Instructions to follow | With nothing omitted, transcribe the entries exactly as written.
*** Exercise data
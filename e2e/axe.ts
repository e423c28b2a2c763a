/** Looks a page over with axe-core, as assistive technology would meet it, in both themes and at several widths. */
import { readFileSync } from "node:fs";
import { createRequire } from "node:module";
import { expect, type Page } from "playwright/test";

const source = readFileSync(createRequire(import.meta.url).resolve("axe-core/axe.min.js"), "utf8");

interface Finding {
  readonly rule: string;
  readonly impact: string;
  readonly help: string;
  readonly places: readonly string[];
}
interface Sight {
  readonly width: number;
  readonly theme: "light" | "dark";
}
export const sights: readonly Sight[] = [1440, 390].flatMap((width) => [
  { width, theme: "light" } as const,
  { width, theme: "dark" } as const,
]);
/** Nothing may make the page itself scroll sideways here: a phone, and half a wide screen. */
const narrowWidths = [390, 1024];
const HEIGHT = 900;

/** Each width and each theme once: for large pages, which take long to look over. */
export const twoSights: readonly Sight[] = [
  { width: 1440, theme: "light" },
  { width: 390, theme: "dark" },
];

/** One line for each finding, however small; those that fail a story begin with their impact. */
export async function lookOver(page: Page, screen: string, from = sights): Promise<readonly string[]> {
  const lines: string[] = [];
  for (const { width, theme } of from) {
    await page.setViewportSize({ width, height: HEIGHT });
    await page.emulateMedia({ colorScheme: theme, reducedMotion: "reduce" });
    for (const { rule, impact, help, places } of await findingsOn(page)) {
      lines.push(`${impact}: ${screen}, ${width} px, ${theme}: ${rule} (${help}) at ${places.join(" | ")}`);
    }
  }
  for (const width of narrowWidths) {
    await page.setViewportSize({ width, height: HEIGHT });
    const excess = await page.evaluate(
      () => document.documentElement.scrollWidth - document.documentElement.clientWidth,
    );
    if (excess > 0) lines.push(`serious: ${screen} scrolls ${excess} px sideways at ${width} px`);
  }
  await page.setViewportSize({ width: 1440, height: HEIGHT });
  await page.emulateMedia({ colorScheme: "light", reducedMotion: "reduce" });
  return lines;
}

/** Fails with every finding in the message when one of them is serious. */
export function expectSound(lines: readonly string[]): void {
  const grave = lines.filter((line) => /^(serious|critical)/.test(line));
  expect(grave, `all findings:\n${lines.join("\n")}\n`).toEqual([]);
}

async function findingsOn(page: Page): Promise<readonly Finding[]> {
  // Through the debugger: the page's own policy lets no foreign script in.
  await page.evaluate(source);
  return await page.evaluate(async () => {
    interface Violation {
      readonly id: string;
      readonly impact: string | null;
      readonly help: string;
      readonly nodes: readonly { readonly target: readonly unknown[]; readonly html: string }[];
    }
    // The script above has put it there.
    const { axe } = window as unknown as {
      readonly axe: { run(): Promise<{ readonly violations: readonly Violation[] }> };
    };
    const { violations } = await axe.run();
    return violations.map(({ id, impact, help, nodes }) => ({
      rule: id,
      impact: impact ?? "unrated",
      help,
      places: nodes.slice(0, 4).map(({ target, html }) => `${target.join(" ")} ${html.slice(0, 160)}`),
    }));
  });
}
******
Solved problem |
filename e2e/axe.ts
repository e423c28b2a2c763a
/** Looks a page over with axe-core, as assistive technology would meet it, in both themes and at several widths. */
import { readFileSync } from "node:fs";
import { createRequire } from "node:module";
import { expect, type Page } from "playwright/test";

const source = readFileSync(createRequire(import.meta.url).resolve("axe-core/axe.min.js"), "utf8");

interface Finding {
  readonly rule: string;
  readonly impact: string;
  readonly help: string;
  readonly places: readonly string[];
}
interface Sight {
  readonly width: number;
  readonly theme: "light" | "dark";
}
export const sights: readonly Sight[] = [1440, 390].flatMap((width) => [
  { width, theme: "light" } as const,
  { width, theme: "dark" } as const,
]);
/** Nothing may make the page itself scroll sideways here: a phone, and half a wide screen. */
const narrowWidths = [390, 1024];
const HEIGHT = 900;

/** Each width and each theme once: for large pages, which take long to look over. */
export const twoSights: readonly Sight[] = [
  { width: 1440, theme: "light" },
  { width: 390, theme: "dark" },
];

/** One line for each finding, however small; those that fail a story begin with their impact. */
export async function lookOver(page: Page, screen: string, from = sights): Promise<readonly string[]> {
  const lines: string[] = [];
  for (const { width, theme } of from) {
    await page.setViewportSize({ width, height: HEIGHT });
    await page.emulateMedia({ colorScheme: theme, reducedMotion: "reduce" });
    for (const { rule, impact, help, places } of await findingsOn(page)) {
      lines.push(`${impact}: ${screen}, ${width} px, ${theme}: ${rule} (${help}) at ${places.join(" | ")}`);
    }
  }
  for (const width of narrowWidths) {
    await page.setViewportSize({ width, height: HEIGHT });
    const excess = await page.evaluate(
      () => document.documentElement.scrollWidth - document.documentElement.clientWidth,
    );
    if (excess > 0) lines.push(`serious: ${screen} scrolls ${excess} px sideways at ${width} px`);
  }
  await page.setViewportSize({ width: 1440, height: HEIGHT });
  await page.emulateMedia({ colorScheme: "light", reducedMotion: "reduce" });
  return lines;
}

/** Fails with every finding in the message when one of them is serious. */
export function expectSound(lines: readonly string[]): void {
  const grave = lines.filter((line) => /^(serious|critical)/.test(line));
  expect(grave, `all findings:\n${lines.join("\n")}\n`).toEqual([]);
}

async function findingsOn(page: Page): Promise<readonly Finding[]> {
  // Through the debugger: the page's own policy lets no foreign script in.
  await page.evaluate(source);
  return await page.evaluate(async () => {
    interface Violation {
      readonly id: string;
      readonly impact: string | null;
      readonly help: string;
      readonly nodes: readonly { readonly target: readonly unknown[]; readonly html: string }[];
    }
    // The script above has put it there.
    const { axe } = window as unknown as {
      readonly axe: { run(): Promise<{ readonly violations: readonly Violation[] }> };
    };
    const { violations } = await axe.run();
    return violations.map(({ id, impact, help, nodes }) => ({
      rule: id,
      impact: impact ?? "unrated",
      help,
      places: nodes.slice(0, 4).map(({ target, html }) => `${target.join(" ")} ${html.slice(0, 160)}`),
    }));
  });
}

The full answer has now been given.